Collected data
====

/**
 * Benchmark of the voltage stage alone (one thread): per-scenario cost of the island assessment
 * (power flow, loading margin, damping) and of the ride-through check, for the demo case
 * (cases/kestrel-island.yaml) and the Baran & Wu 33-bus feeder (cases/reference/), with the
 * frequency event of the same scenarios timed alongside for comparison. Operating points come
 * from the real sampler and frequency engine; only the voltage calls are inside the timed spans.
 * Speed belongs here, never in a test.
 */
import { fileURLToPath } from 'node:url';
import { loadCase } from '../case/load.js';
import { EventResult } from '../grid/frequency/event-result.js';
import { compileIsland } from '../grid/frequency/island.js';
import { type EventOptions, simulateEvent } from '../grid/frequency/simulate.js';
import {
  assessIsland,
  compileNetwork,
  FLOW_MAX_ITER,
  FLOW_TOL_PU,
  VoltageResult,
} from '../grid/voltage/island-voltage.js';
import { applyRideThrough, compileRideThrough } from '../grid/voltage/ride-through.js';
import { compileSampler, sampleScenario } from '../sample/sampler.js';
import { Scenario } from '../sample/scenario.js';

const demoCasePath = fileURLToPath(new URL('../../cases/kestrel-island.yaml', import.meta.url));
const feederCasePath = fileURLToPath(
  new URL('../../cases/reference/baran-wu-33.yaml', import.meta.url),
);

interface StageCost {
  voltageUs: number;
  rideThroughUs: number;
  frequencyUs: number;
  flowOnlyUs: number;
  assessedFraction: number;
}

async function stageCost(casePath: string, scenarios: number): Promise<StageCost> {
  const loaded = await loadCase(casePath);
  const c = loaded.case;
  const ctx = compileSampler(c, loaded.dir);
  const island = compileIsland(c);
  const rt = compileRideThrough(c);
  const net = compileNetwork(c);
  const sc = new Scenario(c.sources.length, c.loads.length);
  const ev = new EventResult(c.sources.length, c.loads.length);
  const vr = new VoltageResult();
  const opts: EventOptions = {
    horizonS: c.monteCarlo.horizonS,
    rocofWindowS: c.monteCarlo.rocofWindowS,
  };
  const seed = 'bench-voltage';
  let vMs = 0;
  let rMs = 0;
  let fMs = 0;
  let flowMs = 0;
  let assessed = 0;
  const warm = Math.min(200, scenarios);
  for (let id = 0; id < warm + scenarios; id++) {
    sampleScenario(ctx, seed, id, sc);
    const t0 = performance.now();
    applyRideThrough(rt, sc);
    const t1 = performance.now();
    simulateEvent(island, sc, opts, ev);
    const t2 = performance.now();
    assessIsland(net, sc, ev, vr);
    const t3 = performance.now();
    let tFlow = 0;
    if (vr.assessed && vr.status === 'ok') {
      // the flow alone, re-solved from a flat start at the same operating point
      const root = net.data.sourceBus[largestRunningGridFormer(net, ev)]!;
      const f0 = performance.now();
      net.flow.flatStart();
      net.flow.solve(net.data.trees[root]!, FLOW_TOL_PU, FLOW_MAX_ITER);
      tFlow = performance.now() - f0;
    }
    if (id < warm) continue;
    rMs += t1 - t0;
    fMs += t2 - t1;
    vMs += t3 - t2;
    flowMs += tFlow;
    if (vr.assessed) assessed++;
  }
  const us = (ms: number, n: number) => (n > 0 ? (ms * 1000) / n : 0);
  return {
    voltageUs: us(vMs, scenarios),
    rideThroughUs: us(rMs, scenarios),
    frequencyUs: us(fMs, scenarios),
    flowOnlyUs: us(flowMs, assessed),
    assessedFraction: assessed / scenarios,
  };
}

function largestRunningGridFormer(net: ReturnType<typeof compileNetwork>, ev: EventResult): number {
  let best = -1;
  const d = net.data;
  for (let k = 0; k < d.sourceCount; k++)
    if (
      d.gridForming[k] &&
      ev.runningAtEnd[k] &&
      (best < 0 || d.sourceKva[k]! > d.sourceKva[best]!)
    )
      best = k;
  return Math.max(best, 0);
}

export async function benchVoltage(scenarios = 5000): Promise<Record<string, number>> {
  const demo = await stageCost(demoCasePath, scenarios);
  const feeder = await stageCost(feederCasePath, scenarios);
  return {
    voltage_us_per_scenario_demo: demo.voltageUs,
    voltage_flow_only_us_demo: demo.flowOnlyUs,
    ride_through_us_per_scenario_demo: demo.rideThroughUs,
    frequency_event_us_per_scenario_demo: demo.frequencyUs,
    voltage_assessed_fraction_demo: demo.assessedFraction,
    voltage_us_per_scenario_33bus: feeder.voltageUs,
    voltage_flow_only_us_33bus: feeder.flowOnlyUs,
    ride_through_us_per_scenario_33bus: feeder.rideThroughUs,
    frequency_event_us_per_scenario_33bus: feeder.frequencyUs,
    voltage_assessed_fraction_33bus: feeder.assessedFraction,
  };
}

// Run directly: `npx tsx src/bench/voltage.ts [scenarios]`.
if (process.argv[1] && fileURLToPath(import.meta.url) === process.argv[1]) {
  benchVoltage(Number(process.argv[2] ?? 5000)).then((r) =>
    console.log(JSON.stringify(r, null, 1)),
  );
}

====

Work required:
Each entry is to be retyped precisely as it stands.

Response to the exercise:
/**
 * Benchmark of the voltage stage alone (one thread): per-scenario cost of the island assessment
 * (power flow, loading margin, damping) and of the ride-through check, for the demo case
 * (cases/kestrel-island.yaml) and the Baran & Wu 33-bus feeder (cases/reference/), with the
 * frequency event of the same scenarios timed alongside for comparison. Operating points come
 * from the real sampler and frequency engine; only the voltage calls are inside the timed spans.
 * Speed belongs here, never in a test.
 */
import { fileURLToPath } from 'node:url';
import { loadCase } from '../case/load.js';
import { EventResult } from '../grid/frequency/event-result.js';
import { compileIsland } from '../grid/frequency/island.js';
import { type EventOptions, simulateEvent } from '../grid/frequency/simulate.js';
import {
  assessIsland,
  compileNetwork,
  FLOW_MAX_ITER,
  FLOW_TOL_PU,
  VoltageResult,
} from '../grid/voltage/island-voltage.js';
import { applyRideThrough, compileRideThrough } from '../grid/voltage/ride-through.js';
import { compileSampler, sampleScenario } from '../sample/sampler.js';
import { Scenario } from '../sample/scenario.js';

const demoCasePath = fileURLToPath(new URL('../../cases/kestrel-island.yaml', import.meta.url));
const feederCasePath = fileURLToPath(
  new URL('../../cases/reference/baran-wu-33.yaml', import.meta.url),
);

interface StageCost {
  voltageUs: number;
  rideThroughUs: number;
  frequencyUs: number;
  flowOnlyUs: number;
  assessedFraction: number;
}

async function stageCost(casePath: string, scenarios: number): Promise<StageCost> {
  const loaded = await loadCase(casePath);
  const c = loaded.case;
  const ctx = compileSampler(c, loaded.dir);
  const island = compileIsland(c);
  const rt = compileRideThrough(c);
  const net = compileNetwork(c);
  const sc = new Scenario(c.sources.length, c.loads.length);
  const ev = new EventResult(c.sources.length, c.loads.length);
  const vr = new VoltageResult();
  const opts: EventOptions = {
    horizonS: c.monteCarlo.horizonS,
    rocofWindowS: c.monteCarlo.rocofWindowS,
  };
  const seed = 'bench-voltage';
  let vMs = 0;
  let rMs = 0;
  let fMs = 0;
  let flowMs = 0;
  let assessed = 0;
  const warm = Math.min(200, scenarios);
  for (let id = 0; id < warm + scenarios; id++) {
    sampleScenario(ctx, seed, id, sc);
    const t0 = performance.now();
    applyRideThrough(rt, sc);
    const t1 = performance.now();
    simulateEvent(island, sc, opts, ev);
    const t2 = performance.now();
    assessIsland(net, sc, ev, vr);
    const t3 = performance.now();
    let tFlow = 0;
    if (vr.assessed && vr.status === 'ok') {
      // the flow alone, re-solved from a flat start at the same operating point
      const root = net.data.sourceBus[largestRunningGridFormer(net, ev)]!;
      const f0 = performance.now();
      net.flow.flatStart();
      net.flow.solve(net.data.trees[root]!, FLOW_TOL_PU, FLOW_MAX_ITER);
      tFlow = performance.now() - f0;
    }
    if (id < warm) continue;
    rMs += t1 - t0;
    fMs += t2 - t1;
    vMs += t3 - t2;
    flowMs += tFlow;
    if (vr.assessed) assessed++;
  }
  const us = (ms: number, n: number) => (n > 0 ? (ms * 1000) / n : 0);
  return {
    voltageUs: us(vMs, scenarios),
    rideThroughUs: us(rMs, scenarios),
    frequencyUs: us(fMs, scenarios),
    flowOnlyUs: us(flowMs, assessed),
    assessedFraction: assessed / scenarios,
  };
}

function largestRunningGridFormer(net: ReturnType<typeof compileNetwork>, ev: EventResult): number {
  let best = -1;
  const d = net.data;
  for (let k = 0; k < d.sourceCount; k++)
    if (
      d.gridForming[k] &&
      ev.runningAtEnd[k] &&
      (best < 0 || d.sourceKva[k]! > d.sourceKva[best]!)
    )
      best = k;
  return Math.max(best, 0);
}

export async function benchVoltage(scenarios = 5000): Promise<Record<string, number>> {
  const demo = await stageCost(demoCasePath, scenarios);
  const feeder = await stageCost(feederCasePath, scenarios);
  return {
    voltage_us_per_scenario_demo: demo.voltageUs,
    voltage_flow_only_us_demo: demo.flowOnlyUs,
    ride_through_us_per_scenario_demo: demo.rideThroughUs,
    frequency_event_us_per_scenario_demo: demo.frequencyUs,
    voltage_assessed_fraction_demo: demo.assessedFraction,
    voltage_us_per_scenario_33bus: feeder.voltageUs,
    voltage_flow_only_us_33bus: feeder.flowOnlyUs,
    ride_through_us_per_scenario_33bus: feeder.rideThroughUs,
    frequency_event_us_per_scenario_33bus: feeder.frequencyUs,
    voltage_assessed_fraction_33bus: feeder.assessedFraction,
  };
}

// Run directly: `npx tsx src/bench/voltage.ts [scenarios]`.
if (process.argv[1] && fileURLToPath(import.meta.url) === process.argv[1]) {
  benchVoltage(Number(process.argv[2] ?? 5000)).then((r) =>
    console.log(JSON.stringify(r, null, 1)),
  );
}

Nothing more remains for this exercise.